(Extracted records)
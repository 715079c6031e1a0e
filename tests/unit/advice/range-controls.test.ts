/**
 * lib/thermal 1.1.0 stretch controls (HeatRunOptions.controls): a held-speed cap and a held gear on one stretch
 * only. Sources: the control semantics are ours (range-controls.ts); the rpm formula is docs/model.md §3
 * (rpm = v·i_gear·i_final·60/(2π·r_dyn)); the converter factor is ModelParams.converterUnlockedFactor [E].
 */

import { describe, expect, it } from "vitest";
import {
  engineRpm,
  fixedGearSpeedLimit,
  MODEL_VERSION,
  resolveModel,
  runHeatRun,
  UTE_AND_CARAVAN,
} from "@/lib/thermal";
import { oneDescent } from "./scenarios";

const route = oneDescent(-0.08, 3000);
const { profile, descent } = route;
const range = { startM: descent.startDistanceM, endM: descent.endDistanceM };
const inRange = (d: number) => d >= range.startM && d <= range.endM;

describe("stretch controls", () => {
  it("carry the model version of the run (model 2 keeps stretch controls; changelog in constants.ts)", () => {
    expect(MODEL_VERSION).toBe("fadeline-thermal 2.0.0");
    expect(runHeatRun(profile, UTE_AND_CARAVAN, { controls: [{ ...range, gear: 2 }] }).modelVersion).toBe(MODEL_VERSION);
  });

  it("change nothing when absent or empty (same numbers as without)", () => {
    const a = runHeatRun(profile, UTE_AND_CARAVAN);
    const b = runHeatRun(profile, UTE_AND_CARAVAN, { controls: [] });
    expect(Array.from(b.trace.rotorC[0]!)).toEqual(Array.from(a.trace.rotorC[0]!));
    expect(Array.from(b.trace.speedMs)).toEqual(Array.from(a.trace.speedMs));
  });

  it("cap the held speed on the stretch only", () => {
    const cap = 30 / 3.6;
    const r = runHeatRun(profile, UTE_AND_CARAVAN, { controls: [{ ...range, speedMs: cap }] });
    const t = r.trace;
    for (let k = 0; k < t.length; k++) {
      if (inRange(t.distanceM[k]!)) expect(t.speedMs[k]!).toBeLessThanOrEqual(cap + 1e-9);
    }
    expect(t.speedMs[10]!).toBeCloseTo(90 / 3.6, 6); // the flat approach keeps the cruise cap (90 km/h default)
    expect(t.speedMs[t.length - 5]!).toBeGreaterThan(cap); // and the run-out speeds up again
  });

  it("hold the gear on the stretch, capped at its rpm limit (docs/model.md §3, gear choice)", () => {
    const r = runHeatRun(profile, UTE_AND_CARAVAN, { controls: [{ ...range, gear: 2 }] });
    const model = resolveModel(UTE_AND_CARAVAN);
    const limit = fixedGearSpeedLimit(model, 2);
    // [D] 2nd is 2.1 × 3.9 = 8.19 overall on 0.78 m tyres (r_dyn = 0.39 × 0.97 m): the limit is where rpm = 3,800
    expect(engineRpm(limit, 2.1 * 3.9, 0.78)).toBeCloseTo(3800, 6);
    const t = r.trace;
    let held = 0;
    for (let k = 1; k < t.length; k++) {
      const mid = 0.5 * (t.distanceM[k - 1]! + t.distanceM[k]!);
      if (mid > range.startM + 1 && mid < range.endM - 1 && t.gear[k]! > 0) {
        expect(t.gear[k]).toBe(2);
        expect(t.speedMs[k]!).toBeLessThanOrEqual(limit + 1e-9);
        held++;
      }
    }
    expect(held).toBeGreaterThan(200);
  });

  it("lock the converter of an automatic where a gear is held (more engine braking than the same gear unlocked)", () => {
    const fixed = runHeatRun(profile, UTE_AND_CARAVAN, { params: { gearPolicy: { kind: "fixed", gear: 2 } } });
    const held = runHeatRun(profile, UTE_AND_CARAVAN, { controls: [{ ...range, gear: 2 }] });
    const k = descent.startIndex + 150;
    expect(fixed.trace.gear[k]).toBe(2);
    expect(held.trace.gear[k]).toBe(2);
    expect(held.trace.speedMs[k]).toBeCloseTo(fixed.trace.speedMs[k]!, 9);
    // ResolvedModel: locked factor / unlocked factor = 1 / converterUnlockedFactor (0.35)
    expect(held.trace.enginePowerW[k]! / fixed.trace.enginePowerW[k]!).toBeCloseTo(1 / 0.35, 6);
    expect(held.model.lockedEngineFactor / held.model.engineFactor).toBeCloseTo(1 / 0.35, 9);
  });

  it("reject bad controls with exact messages", () => {
    const run = (controls: unknown) => () => runHeatRun(profile, UTE_AND_CARAVAN, { controls } as never);
    expect(run("x")).toThrow(new TypeError("options.controls must be an array"));
    expect(run([{ startM: 10, endM: 10 }])).toThrow(new RangeError("options.controls[0].endM must be greater than options.controls[0].startM"));
    expect(run([{ startM: 0, endM: 10, speedMs: 0 }])).toThrow(new RangeError("options.controls[0].speedMs must be greater than 0"));
    // six gears in high range and six in low range
    expect(run([{ startM: 0, endM: 10, gear: 13 }])).toThrow(new RangeError("options.controls[0].gear must be a whole number from 1 to 12"));
    expect(run([{ startM: "a", endM: 10 }])).toThrow(new TypeError("options.controls[0].startM must be a number"));
  });
});
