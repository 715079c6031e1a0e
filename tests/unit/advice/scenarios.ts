/**
 * Synthetic routes and rigs for the advice tests: a flat approach, one constant-grade descent, a flat run-out,
 * built directly as RouteProfile objects (tests/unit/thermal/route-helpers.ts). Rigs are the generic presets of
 * lib/thermal or explicit variants of them.
 */

import { findDescents, type Descent, type PlacedWaypoint, type RouteProfile } from "@/lib/route";
import { MID_SIZE_UTE, UTE_AND_CARAVAN, type Rig } from "@/lib/thermal";
import { soloRig, uteCaravanRig } from "../thermal/rig-helpers";
import { stretchesProfile } from "../thermal/route-helpers";

/** A route with one descent between 3 km flats. */
export interface OneDescent {
  profile: RouteProfile;
  descents: Descent[];
  descent: Descent;
}

/**
 * 3 km flat, a descent of `grade` over `lengthM`, 3 km flat (10 m steps, from 1,000 m).
 * @param grade descent grade (negative)
 * @param lengthM horizontal length of the descent, m
 * @returns the route with its single descent
 */
export function oneDescent(grade: number, lengthM: number): OneDescent {
  const profile = stretchesProfile([{ lengthM: 3000, grade: 0 }, { lengthM, grade }, { lengthM: 3000, grade: 0 }]);
  const descents = findDescents(profile);
  if (descents.length !== 1) throw new Error(`expected one descent, found ${descents.length}`);
  return { profile, descents, descent: descents[0]! };
}

/** The ute and tandem caravan preset (5,360 kg, electric drums, gain 1). */
export const UTE_VAN: Rig = UTE_AND_CARAVAN;

export { twoWheelDrive } from "../thermal/rig-helpers";

/** The mid-size ute alone at 2,600 kg. */
export const SOLO_UTE: Rig = soloRig(2600);

/** A silly rig: 4,500 kg on tiny solid discs and drums. Nothing should be enough on a long steep descent. */
export const SILLY_RIG: Rig = soloRig(4500, {
  // no low range: a two-wheel-drive truck (low range alone would hold this rig at a crawl)
  transmission: { preset: "generic-6-speed-automatic" },
  gvmKg: 6000,
  gcmKg: 9000,
  frontBrakes: { kind: "solid-disc", diameterM: 0.25, massKg: 4 },
  rearBrakes: { kind: "drum", diameterM: 0.2, massKg: 3 },
});

/** A very heavy ute and caravan: 6,000 kg combined (3,100 kg ute, 2,900 kg caravan), electric drums, gain 1. */
export const HEAVY_VAN: Rig = uteCaravanRig(6000);

/** The ute and caravan with override (surge) brakes on the caravan. */
export const UTE_VAN_OVERRIDE: Rig = { ...UTE_AND_CARAVAN, trailer: { ...UTE_AND_CARAVAN.trailer!, brakeType: "override", breakaway: "cable" } };

/** The ute and caravan with the electric controller gain set low (0.5). */
export const UTE_VAN_LOW_GAIN: Rig = { ...UTE_AND_CARAVAN, trailer: { ...UTE_AND_CARAVAN.trailer!, controllerGain: 0.5 } };

/** A manual-gearbox ute (for the "manual mode" wording). */
export const MANUAL_UTE: Rig = soloRig(2600, { transmission: { preset: "generic-6-speed-manual" } });

/**
 * A named waypoint placed on the route at a distance (as lib/route placeWaypoints would place it).
 * @param name the waypoint's name
 * @param distanceM distance along the route (a sample distance), m
 * @returns the placed waypoint
 */
export function waypointAt(name: string, distanceM: number): PlacedWaypoint {
  return { name, lat: 0, lon: 0, distanceM, offsetM: 20 };
}

export { MID_SIZE_UTE };

/** A route with two descents: its profile and descents. */
export interface TwoDescents {
  profile: RouteProfile;
  descents: Descent[];
}

/**
 * 3 km flat, 8 % down for 3 km, 2 km flat, 5 % up for 2 km, 6 % down for 4 km, 2 km flat (10 m steps): two
 * descents of 240 m each, the second longer and gentler, with a climb between them (21 km in all).
 * @returns the route with its two descents
 */
export function twoDescents(): TwoDescents {
  const profile = stretchesProfile([
    { lengthM: 3000, grade: 0 },
    { lengthM: 3000, grade: -0.08 },
    { lengthM: 2000, grade: 0 },
    { lengthM: 2000, grade: 0.05 },
    { lengthM: 4000, grade: -0.06 },
    { lengthM: 2000, grade: 0 },
  ]);
  const descents = findDescents(profile);
  if (descents.length !== 2) throw new Error(`expected two descents, found ${descents.length}`);
  return { profile, descents };
}

/**
 * 3 km flat, 10 % down for 1 km, a 300 m bench at 2 % down (a place a rig can stand), 10 % down for 800 m,
 * 3 km flat (10 m steps): one descent of 210 m, crest at 3.0 km, bench from 4.0 to 4.3 km, bottom at 5.1 km.
 * @returns the route with its single descent
 */
export function benchDescent(): OneDescent {
  const profile = stretchesProfile([
    { lengthM: 3000, grade: 0 },
    { lengthM: 1000, grade: -0.1 },
    { lengthM: 300, grade: -0.02 },
    { lengthM: 800, grade: -0.1 },
    { lengthM: 3000, grade: 0 },
  ]);
  const descents = findDescents(profile);
  if (descents.length !== 1) throw new Error(`expected one descent, found ${descents.length}`);
  return { profile, descents, descent: descents[0]! };
}

/**
 * Mean grade of a profile over ±halfWidthM around a distance, from its elevations (rise over run): the grade
 * a rig parked there stands on, computed here independently of lib/advice.
 * @param profile the route profile
 * @param atM distance, m
 * @param halfWidthM half the parking stretch, m
 * @returns grade (negative downhill)
 */
export function gradeAround(profile: RouteProfile, atM: number, halfWidthM = 50): number {
  const d = profile.distanceM;
  const nearest = (m: number) => {
    let best = 0;
    for (let i = 0; i < d.length; i++) if (Math.abs(d[i]! - m) < Math.abs(d[best]! - m)) best = i;
    return best;
  };
  const a = nearest(atM - halfWidthM);
  const b = nearest(atM + halfWidthM);
  return (profile.elevationM[b]! - profile.elevationM[a]!) / (d[b]! - d[a]!);
}

/**
 * A profile from stretches with its descents (10 m steps, from 1,000 m).
 * @param stretches the stretches
 * @returns the profile and its descents
 */
export function routeOf(stretches: readonly { lengthM: number; grade: number }[]): { profile: RouteProfile; descents: Descent[] } {
  const profile = stretchesProfile(stretches);
  return { profile, descents: findDescents(profile) };
}

/**
 * 3 km flat, then `count` times `lengthM` at `grade` followed by a `benchM` bench at 2 % down (a place a rig
 * can stand), then 3 km flat: one long descent broken by benches.
 * @param grade grade of the steep pitches (negative)
 * @param lengthM length of each pitch, m
 * @param benchM length of each bench, m
 * @param count number of pitches
 * @returns the route with its single descent
 */
export function benchesDescent(grade: number, lengthM: number, benchM: number, count: number): OneDescent {
  const stretches = [{ lengthM: 3000, grade: 0 }];
  for (let i = 0; i < count; i++) stretches.push({ lengthM, grade }, { lengthM: benchM, grade: -0.02 });
  stretches.push({ lengthM: 3000, grade: 0 });
  const { profile, descents } = routeOf(stretches);
  if (descents.length !== 1) throw new Error(`expected one descent, found ${descents.length}`);
  return { profile, descents, descent: descents[0]! };
}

» **Instructions for the task**
The required output is the stretch of entries above from the line containing "1 / converterUnlockedFactor (0.35)" through the line containing "fixed.trace.enginePowerW[k]!).toBeCloseTo(1 / 0.35, 6);", reproduced exactly.

» **Solution for this problem**
    // ResolvedModel: locked factor / unlocked factor = 1 / converterUnlockedFactor (0.35)
    expect(held.trace.enginePowerW[k]! / fixed.trace.enginePowerW[k]!).toBeCloseTo(1 / 0.35, 6);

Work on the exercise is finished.